A half hour later, he stood with her at the entrance to her apartment house. The moon was up, and the banana plants and elephant ears and philodendron were beaded with water, like big drops of mercury.

“Would you like to come in?” she said.

“I’d like to, but I cain’t.”

“Are you going to drink?”

“I’m not sure,” he said.

“Please come inside.”

“That would make me awful happy. I want to get my boy back. But I want to get his mother back, too. Her name is Ruby Dansen. She was a good girl and deserved a lot better than me.”

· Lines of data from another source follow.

CASES = {
    # bankhealth
    "bankhealth.expected": A(F, F, F, CONN),
    "bankhealth.rated_output_at": A(F, F, F, F, F),
    "bankhealth.between_from_delta": A(F, F, F),
    "bankhealth.between_from_wye": A(F, F, F),
    "bankhealth.delta_from_between": A(F, F, F),
    "bankhealth.wye_from_between": A(F, F, F),
    "bankhealth.per_phase_from_between": A(LIST3, CONN),
    "bankhealth.element_voltages": A(LIST3, F, F, CONN),
    "bankhealth.line_currents": A(LIST3, F, F, CONN),
    "bankhealth.delta_element_currents": A(F, F, F),
    "bankhealth.delta_to_wye_capacitance": A(F, F, F),
    "bankhealth.per_phase_from_currents": A(LIST3, F, F, CONN),
    "bankhealth.phase_kvar": A(LIST3, F, F, CONN),
    "bankhealth.imbalance_percent": A(LIST3),
    "bankhealth.max_min_ratio": A(LIST3),
    "capbands.custom_band": A(F, F),
    "capbands.verdict": A(F, BAND),
    # banksteps
    "banksteps.select_units": A(F, RATINGS),
    "banksteps.exact_units": A(F, RATINGS),
    "banksteps.step_weights": A(st.sampled_from(list(banksteps.PATTERNS) + ["zigzag"]), st.integers(-2, 15) | F,
                                st.none() | st.lists(F, max_size=5)),
    "banksteps.plan_steps": A(F, RATINGS, st.lists(st.integers(-1, 8), max_size=6)),
    "banksteps.plan_steps_many": A(F, RATINGS, st.lists(st.lists(st.integers(-1, 8), max_size=6), max_size=4)),
    "banksteps.best_step_count": A(F, RATINGS, st.sampled_from(["equal", "one_two", "binary", "zigzag"])),
    "stepcombos.combinations": A(st.lists(F, max_size=6)),
    "stepcombos.light_load_check": A(LOAD, st.lists(F, max_size=5), F),
    # busscan
    "busscan.bus_model": A(F, F, F, F, OPT, OPT, OPT),
    "busscan.capacitor_reactance": A(F, F),
    "busscan.bus_admittance": A(MODEL, F, F),
    "busscan.bus_impedance": A(MODEL, F, F),
    "busscan.cumulative_steps": A(st.lists(F, max_size=5)),
    "busscan.find_peak": A(MODEL, F, H, H),
    "busscan.scan_orders": A(H, H, _bounded(0.05, 10.0)),
    "busscan.scan": A(MODEL, st.lists(F, max_size=3)),
    "busscan.supply_scan": A(MODEL),
    # capacitor
    "capacitor.output_factor": A(F, F, F, F),
    "capacitor.output_at": A(F, F, F, F, F),
    "capacitor.rating_for": A(F, F, F, F, F),
    "capacitor.capacitance_uf": A(F, F, F, CONN2, PHASES),
    "capacitor.kvar_from_uf": A(F, F, F, CONN2, PHASES),
    "capacitor.element_voltage": A(F, CONN2, PHASES),
    "capacitor.line_current": A(F, F, PHASES),
    "capacitor.duty": A(F, F, F, F),
    "capacitor.conductor_basis": A(F, st.sampled_from(["nec", "iec", "cec"])),
    "capacitor.protection_range": A(F),
    # capduty
    "capduty.ieee519_voltage_limits": A(F),
    "capduty.voltage_ratio_plausible": A(F, F),
    "capduty.thd_percent": A(SPECTRUM),
    "capduty.check_spectrum": A(SPECTRUM),
    "capduty.duty_from_capacitor_voltages": A(SPECTRUM, F),
    "capduty.capacitor_duty": A(F, F, SPECTRUM, st.sampled_from(["voltage", "current", "power"]), F, F),
    "capduty.rated_current_a": A(F, F, PHASES),
    "capduty.profile_check": A(st.dictionaries(st.sampled_from(["v_rms", "v_peak", "i_rms", "kvar", "x"]), F), PROFILE),
    # complexparse
    "complexparse.parse_complex": A(TEXT, UNIT),
    # correction
    "correction.pf_sense": A(F, F),
    "correction.tan_phi": A(F),
    "correction.kvar_per_kw": A(F, F),
    "correction.required_kvar": A(F, F, F),
    "correction.line_current": A(F, F, PHASES),
    "correction.apparent_from_vi": A(F, F, PHASES),
    "correction.load_from_p_pf": A(F, F, BOOL),
    "correction.load_from_s_pf": A(F, F, BOOL),
    "correction.load_from_p_q": A(F, F),
    "correction.load_from_v_i_pf": A(F, F, F, PHASES, BOOL),
    "correction.load_from_v_i_p": A(F, F, F, PHASES, BOOL),
    "correction.pf_from_energy": A(F, F),
    "correction.load_from_energy": A(F, F, OPT, OPT),
    "correction.load_from_demand": A(F, F),
    "correction.hp_to_kw": A(F),
    "correction.kva_released": A(LOAD, LOAD),
    "correction.current_reduction_fraction": A(F, F),
    "correction.loss_reduction_fraction": A(F, F),
    # detuning
    "detuning.tuning_order": A(F),
    "detuning.detuning_factor": A(F),
    "detuning.capacitor_voltage": A(F, F),
    "detuning.capacitor_rated_kvar": A(F, F, F, F),
    "detuning.branch_output_kvar": A(F, F, F, F),
    "detuning.choose_rated_voltage": A(F, F),
    "detuning.design_branch": A(F, F, F, F, F),
    "detuning.branch_impedance": A(F, F, F),
    "detuning.bus_impedance": A(F, F, F, F),
    "detuning.bus_resonance_order": A(F, F, F),
    # harmonicbus
    "harmonicbus.build_bus": A(F, F, F, F, OPT, OPT, OPT, OPT, OPT, F, st.lists(HSTEP, max_size=3),
                               st.sampled_from(["constant", "sqrt", "cubic"]), F, F),
    "harmonicbus.supply_impedance": A(HBUS, F),
    "harmonicbus.base_admittance": A(HBUS, F),
    "harmonicbus.bus_impedance": A(HBUS, IDX, F),
    "harmonicbus.solve": A(HBUS, IDX, HSPEC),
    "harmonicbus.capacitor_voltage_pu": A(HBUS, st.integers(-1, 3), HSPEC),
    "harmonicbus.rated_current_a": A(HBUS, st.integers(-1, 3)),
    "harmonicbus.with_steps": A(HBUS, st.lists(HSTEP, max_size=3)),
    "harmonicbus.impedance_curve": A(HBUS, IDX, H, H, _bounded(0.05, 10.0)),
    # harmonicsources
    "harmonicsources.check_orders": A(HSPEC, BOOL),
    "harmonicsources.fundamental_current_a": A(F, F, F),
    "harmonicsources.typical_injection": A(KIND, F, F),
    "harmonicsources.injection_from_percent": A(HSPEC, F),
    "harmonicsources.combine": A(st.lists(HSPEC, max_size=3)),
    "harmonicsources.injection_from_voltage": A(HBUS, IDX, HSPEC),
    "harmonicsources.voltage_percent": A(HBUS, IDX, HSPEC),
    "harmonicsources.screening_orders": A(HSPEC, st.integers(-1, 60)),
    # harmonicstudy
    "harmonicstudy.combo_label": A(IDX),
    "harmonicstudy.run_study": A(HBUS, HSPEC, F, PROFILE),
    "harmonicstudy.lowest_harmonic": A(HSPEC),
    "harmonicstudy.fitting_factors": A(F),
    "harmonicstudy.recommend": A(STUDY),
    "harmonicstudy.demo_six_step": A(),
    "harmonicstudy.tuned_onto": A(F, st.lists(st.integers(-2, 50), max_size=4)),
    # ieee519
    "ieee519.current_limits": A(F),
    "ieee519.individual_current_limit": A(ORDERS, F),
    "ieee519.check": A(HSPEC, HSPEC, F, F),
    # resonancescreen
    "resonancescreen.band_hits": A(F, F, st.lists(st.integers(-2, 50), max_size=4), F),
    "resonancescreen.resonance_orders": A(HBUS, IDX, F, F),
    "resonancescreen.tuning_orders": A(HBUS, IDX, F),
    "resonancescreen.screen": A(HBUS, st.lists(st.tuples(st.text(max_size=3), IDX), max_size=3),
                                st.lists(st.integers(-2, 50), max_size=4), HTOL, F),
    "resonancescreen.screen_bank": A(F, F, F, F, st.lists(st.tuples(st.text(max_size=3), st.lists(st.tuples(F, F),
                                                                                                   max_size=2)), max_size=2),
                                     st.lists(st.integers(-2, 50), max_size=4), OPT, OPT, F, HTOL, F),
    # motorcap
    "motorcap.magnetising_kvar": A(F, F),
    "motorcap.magnetising_kvar_estimate": A(F, F, F, F),
    "motorcap.max_capacitor_kvar": A(F, F),
    "motorcap.full_load_with_capacitor": A(F, F, F, F),
    "motorcap.capacitor_current": A(F, F),
    # numparse (any text)
    "numparse.split_number": A(TEXT),
    "numparse.unit_scale": A(st.text(max_size=8) | UNIT),
    "numparse.parse_quantity": A(TEXT, UNIT),
    "numparse.parse_number": A(TEXT),
    # phasor
    "phasor.to_polar": A(C),
    "phasor.from_polar": A(F, F),
    "phasor.admittance": A(C),
    "phasor.impedance": A(C),
    "phasor.reactance_inductor": A(F, F),
    "phasor.reactance_capacitor": A(F, F),
    "phasor.series": A(st.lists(C, max_size=5)),
    "phasor.parallel": A(st.lists(C, max_size=5)),
    "phasor.delta_to_wye": A(C, C, C),
    "phasor.wye_to_delta": A(C, C, C),
    "phasor.series_equivalent": A(C),
    "phasor.parallel_equivalent": A(C),
    "phasor.element_for_reactance": A(F, F),
    "phasor.phase_angle": A(C),
    "phasor.power_factor": A(C),
    "phasor.branch_impedance": A(st.sampled_from(["R", "L", "C", "Q"]), F, F),
    "phasor.network_impedance": A(st.lists(st.tuples(st.sampled_from("RLC"), F), max_size=4), F, TOPO),
    # resonance
    "resonance.resonant_frequency": A(F, F),
    "resonance.characteristic_impedance": A(F, F),
    "resonance.capacitance_for": A(F, F),
    "resonance.inductance_for": A(F, F),
    "resonance.quality_factor": A(OPT, F, F, TOPO),
    "resonance.half_power_frequencies": A(OPT, F, F, TOPO),
    "resonance.impedance": A(OPT, F, F, F, TOPO),
    "resonance.phase_deg": A(C),
    "resonance.log_space": A(F, F, st.integers(-1, 50)),
    "resonance.response": A(OPT, F, F, st.lists(F, max_size=4), TOPO),
    "resonance.analyse": A(OPT, F, F, TOPO),
    # savings
    "savings.kva_demand": A(F, F),
    "savings.kva_demand_saving": A(F, F, F, F),
    "savings.penalty_steps": A(F, F, st.sampled_from(list(savings.ROUNDINGS) + ["up"]), F),
    "savings.pf_penalty": A(F, F, F, st.sampled_from(["percent", "amount", "other"]), OPT,
                            st.sampled_from(list(savings.ROUNDINGS))),
    "savings.kvarh_for_pf": A(F, F),
    "savings.kvarh_chargeable": A(F, F, F),
    "savings.loss_after_kw": A(F, F, F),
    "savings.loss_saving": A(F, F, F, F, F),
    "savings.yearly": A(F),
    "savings.simple_payback_years": A(F, F),
    # supply
    "supply.transformer_short_circuit_kva": A(F, F, OPT),
    "supply.resonance_order": A(F, F),
    "supply.voltage_rise_percent": A(F, F),
    "supply.bank_fits_bus": A(F, F),
    # survey
    "survey.parse_pf": A(TEXT),
    "survey.reactive_per_kw": A(F, BOOL),
    "survey.correction_kvar": A(F, F, F),
    # the references table: any key of it (an unknown key is a programming error, caught at import)
    "references.ref": A(st.sampled_from(sorted(references.REFERENCES))),
    "references.cite": A(st.sampled_from(sorted(references.REFERENCES)), st.sampled_from(sorted(references.REFERENCES))),
    "survey.make_load": A(st.text(max_size=5), F, OPT, BOOL, OPT, OPT, OPT),
    "survey.row_totals": A(SLOAD, F),
    "survey.survey_totals": A(st.lists(SLOAD, max_size=4), F),
    # load profiles and the pieces the correction worksheet will call
    "pfparse.parse_pf": A(TEXT),
    "pfparse.parse_lagging_pf": A(TEXT),
    "transformer.typical_no_load_pct": A(F),
    "transformer.reactive_kvar": A(F, F, F, F),
    "transformer.no_load_compensation_kvar": A(F, F),
    "transformer.kvar_for_primary_target": A(F, F, F, F, F, F),
    "bankoutput.with_bank_at": A(F, F, F, F, F, F, F),
    "bankoutput.kvar_to_switch_off": A(F, F, F),
    "profile_columns.parse_roles": A(TEXT | st.sampled_from(["time, kW, kvar", "date; time; kWh; kvarh lag", ""])),
    "profile_columns.header_role": A(TEXT | st.sampled_from(["Demand (MW)", "kvarh lead", "PF", "Status"])),
    "profile_columns.layout": A(st.lists(st.sampled_from(sorted(PROFILE_ROLES)) | st.text(max_size=4), max_size=5)),
    "profile_time.split_stamp": A(TEXT | PSTAMP),
    "profile_time.time_of_day": A(TEXT | st.sampled_from(["7:15", "24:00", "12:30 PM", "13:00 am", "23:61"])),
    "profile_time.date_parts": A(TEXT | PSTAMP),
    "profile_time.ordinal": A(st.tuples(st.integers(), st.integers(), st.integers(), BOOL), st.sampled_from(["dmy", "mdy", "x"])),
    "profile_time.resolve_order": A(st.lists(TEXT | PSTAMP, max_size=4), st.sampled_from(["auto", "dmy", "mdy", "x"])),
    "profile_time.month_of": A(st.integers()),
    "profile_time.stamp_text": A(st.integers()),
    "profile_sequence.order_rows": A(INTS, INTS, st.lists(st.lists(F, max_size=6), max_size=2),
                                     st.sampled_from([(5, 15), (60,), ()]), F),
    "profile_read.read_profile": A(TEXT | PTEXT),
    "profile_reactive.reactive": A(st.dictionaries(st.sampled_from(sorted(PROFILE_ROLES)), LIST3, max_size=3),
                                   st.dictionaries(st.sampled_from(sorted(PROFILE_ROLES)), F, max_size=3),
                                   st.sampled_from(["kvar", "lag_lead", "kva", "pf", "x"]), LIST3),
    "profile_reactive.layout_words": A(st.sampled_from(["kw", "kwh", "x"]), st.sampled_from(["kvar", "lag_lead", "kva", "pf", "x"]),
                                       st.lists(st.sampled_from(sorted(PROFILE_ROLES)), max_size=4)),
    "profile_stats.billing_pf": A(F, F),
    "profile_stats.totals": A(LIST3, LIST3, F),
    "profile_stats.needs": A(LIST3, LIST3, F),
    "profile_stats.quantile_low": A(LIST3.map(sorted), F),
    "profile_stats.kvar_for_share": A(LIST3, LIST3, F, F),
    "profile_stats.kvar_for_billing": A(LIST3, LIST3, F, F, st.sampled_from(["net", "lagging", "x"])),
    "profile_stats.kvar_kept_lagging": A(LIST3, LIST3, F),
    "profile_stats.pf_per_interval": A(LIST3, LIST3),
    "profile_stats.duration": A(LIST3),
    "profile_stats.curve_points": A(LIST3, st.integers(-2, 300)),
    "profile_stats.daily_profile": A(INTS, LIST3, LIST3, st.integers(-10, 10**6)),
    "profile_control.step_choice": A(F, F, LIST3.map(sorted)),
    "profile_control.simulate": A(INTS, LIST3, LIST3, st.integers(-10, 10**6),
                                  st.builds(profile_control.Bank, F, st.lists(F, max_size=3).map(tuple)), F,
                                  st.sampled_from(["net", "lagging", "x"])),
    "profile_demo.demo_rows": A(st.integers(-1, 2), st.sampled_from([5, 15, 60, 7, 0, -5])),
    "profile_demo.demo_text": A(st.integers(-1, 2), st.sampled_from([5, 15, 60, 7, 0, -5])),
    "profile_demo.read_and_analyse": A(TEXT | PTEXT, F, F),
}
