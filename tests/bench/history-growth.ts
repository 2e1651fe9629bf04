/**
 * History growth: the map page's latest revision and the history page's first screen
 * (getRevision, listRevisions limit 50, countRevisions) for maps with 10, 1,000 and 10,000 revisions
 * of a 24 × 24 table, on an in-memory PGlite; the three cases are measured round-robin in one run.
 */
import { demoTractor } from '@/db/demo/programs'
import { checksum } from '@/db/checksum'
import { figure, isMain, median, now, runStandalone, type BenchResult, type Figure } from './report'
import { seededDriveMap } from './seeded'

const BENCH = 'history-growth'
const CASES = [10, 1_000, 10_000] as const
const ROUNDS = 150

export async function runHistoryGrowth(): Promise<BenchResult> {
  process.env.PGLITE_DATA_DIR = 'memory://'
  delete process.env.DATABASE_URL
  const { getDb, closeDb } = await import('@/db/client')
  const { createUser } = await import('@/db/queries/users')
  const { createProgram } = await import('@/db/queries/programs')
  const { DEFAULT_RELEASE_CONDITIONS } = await import('@/app/_schemas/program')
  const { createMap } = await import('@/db/queries/maps')
  const { countRevisions, getRevision, listRevisions, refreshRevisionStatistics, STATS_EVERY } = await import('@/db/queries/revisions')
  const { mapRevisions } = await import('@/db/schema')
  try {
    const db = await getDb()
    const user = await createUser({ email: 'bench@example.invalid', name: 'Bench', role: 'calibration_engineer', passwordHash: 'not-a-hash' })
    const program = await createProgram({ name: 'Bench tractor', description: '', params: demoTractor, releaseConditions: DEFAULT_RELEASE_CONDITIONS, reason: '' }, user.id)
    const table = seededDriveMap(demoTractor, 24, 24)
    const mapIds: number[] = []
    const t0 = now()
    for (const n of CASES) {
      const { mapId, revision } = await createMap({ programId: program.id, name: `History ${n}`, kind: 'drive', description: '', table, message: 'First' }, user.id)
      mapIds.push(mapId)
      // Revisions 2..n as multi-row inserts of 500 in one transaction (parent left null: no measured query reads it).
      await db.transaction(async (tx) => {
        for (let k0 = 2; k0 <= n; k0 += 500) {
          const rows = []
          for (let k = k0; k < Math.min(k0 + 500, n + 1); k++) {
            const values = table.values.map((row, r) => (r === k % 24 ? row.map((v, c) => (c === 23 ? v - (k % 7) : v)) : row))
            const t = { ...table, values }
            rows.push({ mapId, number: k, parentId: k === 2 ? revision.id : null, authorId: user.id, message: `Revision ${k}`, notes: '', table: t, checksum: checksum(t) })
          }
          await tx.insert(mapRevisions).values(rows)
        }
      })
    }
    const insertS = (now() - t0) / 1000
    // The app's save path refreshes the planner statistics every STATS_EVERY revisions; the bulk
    // insert above bypasses it, so do what those saves would have done.
    await refreshRevisionStatistics()

    const screen = async (mapId: number) => {
      const a = now()
      const latest = await getRevision(mapId)
      const b = now()
      const page = await listRevisions(mapId, { limit: 50 })
      const c = now()
      const total = await countRevisions(mapId)
      const d = now()
      if (!latest || page.length === 0 || total < page.length) throw new Error('unexpected empty history')
      return { latest: b - a, list: c - b, count: d - c, both: d - a }
    }
    const measure = async () => {
      for (let i = 0; i < 20; i++) for (const id of mapIds) await screen(id) // warm-up
      const times = mapIds.map(() => ({ latest: [] as number[], list: [] as number[], count: [] as number[], both: [] as number[] }))
      for (let i = 0; i < ROUNDS; i++)
        for (let k = 0; k < mapIds.length; k++) {
          const s = await screen(mapIds[k])
          times[k].latest.push(s.latest); times[k].list.push(s.list); times[k].count.push(s.count); times[k].both.push(s.both)
        }
      const last = times.length - 1
      return { times, ratio: (key: 'latest' | 'list' | 'count' | 'both') => median(times[last][key]) / median(times[0][key]) }
    }
    const { times, ratio } = await measure()
    const figures: Figure[] = []
    CASES.forEach((n, k) => {
      figures.push(figure(BENCH, `${n} revisions: latest revision`, median(times[k].latest), 'ms'))
      figures.push(figure(BENCH, `${n} revisions: listRevisions (50)`, median(times[k].list), 'ms'))
      figures.push(figure(BENCH, `${n} revisions: countRevisions`, median(times[k].count), 'ms'))
      figures.push(figure(BENCH, `${n} revisions: latest + first history screen`, median(times[k].both), 'ms'))
    })
    figures.push(figure(BENCH, '10,000 / 10 revisions (latest + screen)', ratio('both'), '×', { op: '<=', limit: 2 }))
    figures.push(figure(BENCH, '10,000 / 10: getRevision', ratio('latest'), '×'))
    figures.push(figure(BENCH, '10,000 / 10: listRevisions', ratio('list'), '×'))
    figures.push(figure(BENCH, '10,000 / 10: countRevisions', ratio('count'), '×'))
    return {
      bench: BENCH,
      figures,
      notes: [
        `inserted ${CASES.reduce((a, b) => a + b, 0)} revisions as multi-row inserts (500 a statement, one transaction per map) in ${insertS.toFixed(1)} s, then refreshed the planner statistics as the save path does every ${STATS_EVERY} revisions; medians of ${ROUNDS} round-robin rounds`,
      ],
    }
  } finally {
    await closeDb()
  }
}

if (isMain(import.meta.url)) void runStandalone(BENCH, runHistoryGrowth)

“That’s a pretty name. Good night, Mr. Holland.”

“Goodnight, Miss B.”

He watched her go inside the apartment, then began walking toward his hotel, trying not to think too hard on the deception Mealy Lonetree had perpetrated on him, at least not until he could do something about it. He stopped at a package store and bought a pint of whiskey and drank it as he walked, a thick layer of white fog swirling around his knees, the whiskey flooding his throat with a golden airiness that could not be measured.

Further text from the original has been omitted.